YOUR TASK: Collect all lines below with the string "code".

Collected data
:::::
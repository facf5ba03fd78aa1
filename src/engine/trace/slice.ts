import { citedSources } from './outcome.ts'
import type { Trace } from './step.ts'

/**
 * Only the steps that one part of the result depends on, in their order. A pointer to an object takes all numbers below it.
 * An unknown pointer gives no steps.
 */
export function sliceTrace(trace: Trace, pointer: string): Trace {
  const results = Object.fromEntries(
    Object.entries(trace.results).filter(([p]) => p === pointer || p.startsWith(`${pointer}/`)),
  )
  const wanted = new Set(Object.values(results))
  // Operands come from earlier steps, so one walk from the end finds all that is needed.
  const steps = [...trace.steps].reverse().filter((step) => {
    if (!wanted.has(step.id)) return false
    if ('operands' in step) for (const operand of step.operands) wanted.add(operand.from)
    return true
  })
  steps.reverse()
  return { steps, results, sources: citedSources(steps) }
}
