import { CompiledQuery, type DatabaseConnection, type Dialect, type Driver } from 'kysely'
import { Problem } from '../../errors.ts'

/** Told of each call before it goes to the database; what it throws happens in place of the call. */
export type Watch = (sql: string) => void

/** What the database refuses or fails at is told as `store-unavailable`, with the fault as its cause for the log. */
async function told<T>(call: () => Promise<T>): Promise<T> {
  try {
    return await call()
  } catch (cause) {
    throw cause instanceof Problem ? cause : Object.assign(new Problem('store-unavailable'), { cause })
  }
}

/** A dialect whose every call passes by `watch`: faults are told in one way, and tests let the n-th call fail. `begin` opens a transaction. */
export function watched(dialect: Dialect, begin: string, watch: Watch): Dialect {
  const inner = new WeakMap<DatabaseConnection, DatabaseConnection>()
  const outer = new WeakMap<DatabaseConnection, DatabaseConnection>()
  const own = (connection: DatabaseConnection) => inner.get(connection)!
  const seen = <T>(sql: string, call: () => Promise<T>) =>
    told(() => {
      watch(sql)
      return call()
    })
  const wrap = (connection: DatabaseConnection): DatabaseConnection => {
    const made: DatabaseConnection = {
      executeQuery: (query, options) => seen(query.sql, () => connection.executeQuery(query, options)),
      streamQuery: (query, size, options) => connection.streamQuery(query, size, options),
    }
    inner.set(made, connection)
    outer.set(connection, made)
    return made
  }
  const driverOf = (driver: Driver): Driver => ({
    init: (options) => told(() => driver.init(options)),
    async acquireConnection(options) {
      const connection = await told(() => driver.acquireConnection(options))
      return outer.get(connection) ?? wrap(connection)
    },
    releaseConnection: (connection, options) => driver.releaseConnection(own(connection), options),
    beginTransaction: async (connection) => {
      await connection.executeQuery(CompiledQuery.raw(begin))
    },
    commitTransaction: (connection) => seen('commit', () => driver.commitTransaction(own(connection))),
    // Not watched: a rollback that fails would hide what failed before it.
    rollbackTransaction: (connection) => driver.rollbackTransaction(own(connection)),
    destroy: (options) => driver.destroy(options),
  })
  return {
    createDriver: () => driverOf(dialect.createDriver()),
    createAdapter: () => dialect.createAdapter(),
    createIntrospector: (db) => dialect.createIntrospector(db),
    createQueryCompiler: () => dialect.createQueryCompiler(),
  }
}
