import { GraphQLError, GraphQLScalarType, Kind, type ValueNode, valueFromASTUntyped } from 'graphql'

const holdsVariable = (node: ValueNode): boolean => {
  if (node.kind === Kind.LIST) return node.values.some(holdsVariable)
  if (node.kind === Kind.OBJECT) return node.fields.some((field) => holdsVariable(field.value))
  return node.kind === Kind.VARIABLE
}

/** The compiler of queries would drop a variable inside a literal of a scalar without a word: refused beforehand. */
function literal(node: ValueNode): unknown {
  if (!holdsVariable(node)) return valueFromASTUntyped(node)
  const message = 'A variable cannot stand inside a literal of this type: pass the whole value as one variable.'
  throw new GraphQLError(message, { nodes: node, extensions: { code: 'variable-in-literal' } })
}

/**
 * Scalars that let a value through as it is. The contract reads and judges it, so that a fault has the same code and
 * pointer here and on the REST route.
 */
const passing = (name: string) => {
  const same = (value: unknown) => value
  return new GraphQLScalarType({
    name,
    serialize: same,
    parseValue: same,
    parseLiteral: literal,
  })
}

export const scalars = {
  Quantity: passing('Quantity'),
  Varying: passing('Varying'),
  Count: passing('Count'),
  MethodChoice: passing('MethodChoice'),
  JSON: passing('JSON'),
}
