import {
  type DocumentNode,
  type FieldNode,
  type GraphQLNamedType,
  type GraphQLSchema,
  getNamedType,
  getNullableType,
  isListType,
  Kind,
  type OperationDefinitionNode,
  type SelectionSetNode,
} from 'graphql'
import { DEFAULT_FIRST } from './connection.ts'
import { fieldCosts, LIST, listSizes } from './limits.ts'

type Variables = Readonly<Record<string, unknown>>

/** Rows that `first` asks for. A variable that is not known yet counts one: the cost is told again when it is. */
function firstOf(node: FieldNode, variables: Variables | undefined): number {
  const value = node.arguments?.find((argument) => argument.name.value === 'first')?.value
  if (value?.kind === Kind.INT) return Number(value.value)
  if (value?.kind !== Kind.VARIABLE) return DEFAULT_FIRST
  if (variables === undefined) return 1
  const given = variables[value.name.value]
  return typeof given === 'number' ? given : DEFAULT_FIRST
}

/**
 * What an operation costs: one for each object of its answer, as many as its lists may hold, and more for what takes long to
 * compute. Fragments are counted wherever they are spread.
 */
export function costOf(
  schema: GraphQLSchema,
  document: DocumentNode,
  operation: OperationDefinitionNode,
  variables?: Variables,
): number {
  const fragments = new Map(
    document.definitions.flatMap((d) => (d.kind === Kind.FRAGMENT_DEFINITION ? [[d.name.value, d] as const] : [])),
  )
  const known = new Map<string, number>()
  const open = new Set<string>()
  const fieldsOf = (type: GraphQLNamedType | undefined) => (type && 'getFields' in type ? type.getFields() : {})

  function ofField(node: FieldNode, type: GraphQLNamedType | undefined, rows: number | undefined): number {
    const name = node.name.value
    const field = fieldsOf(type)[name]
    if (!field) return 0
    const own = fieldCosts[`${type!.name}.${name}`]
    if (!node.selectionSet) return own ?? 0
    const pages = 'args' in field && field.args.some((argument) => argument.name === 'first')
    const inner = ofSet(node.selectionSet, getNamedType(field.type), pages ? firstOf(node, variables) : undefined)
    const isList = isListType(getNullableType(field.type))
    const size = isList ? (rows ?? listSizes[`${type!.name}.${name}`] ?? LIST) : 1
    return size * ((own ?? 1) + inner)
  }
  function ofFragment(name: string, rows: number | undefined): number {
    const fragment = fragments.get(name)
    const key = `${name} ${rows}`
    // A fragment that spreads itself is refused by another rule; here it must only end.
    if (!fragment || open.has(name)) return 0
    let cost = known.get(key)
    if (cost === undefined) {
      open.add(name)
      cost = ofSet(fragment.selectionSet, schema.getType(fragment.typeCondition.name.value), rows)
      open.delete(name)
      known.set(key, cost)
    }
    return cost
  }
  function ofSet(set: SelectionSetNode, type: GraphQLNamedType | undefined, rows: number | undefined): number {
    let cost = 0
    for (const node of set.selections) {
      if (node.kind === Kind.FIELD) cost += ofField(node, type, rows)
      else if (node.kind === Kind.FRAGMENT_SPREAD) cost += ofFragment(node.name.value, rows)
      else {
        const narrowed = node.typeCondition ? schema.getType(node.typeCondition.name.value) : type
        cost += ofSet(node.selectionSet, narrowed, rows)
      }
    }
    return cost
  }
  return ofSet(operation.selectionSet, schema.getRootType(operation.operation) ?? undefined, undefined)
}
:::::
TASK SOLUTION:
  throw new GraphQLError(message, { nodes: node, extensions: { code: 'variable-in-literal' } })
 * Scalars that let a value through as it is. The contract reads and judges it, so that a fault has the same code and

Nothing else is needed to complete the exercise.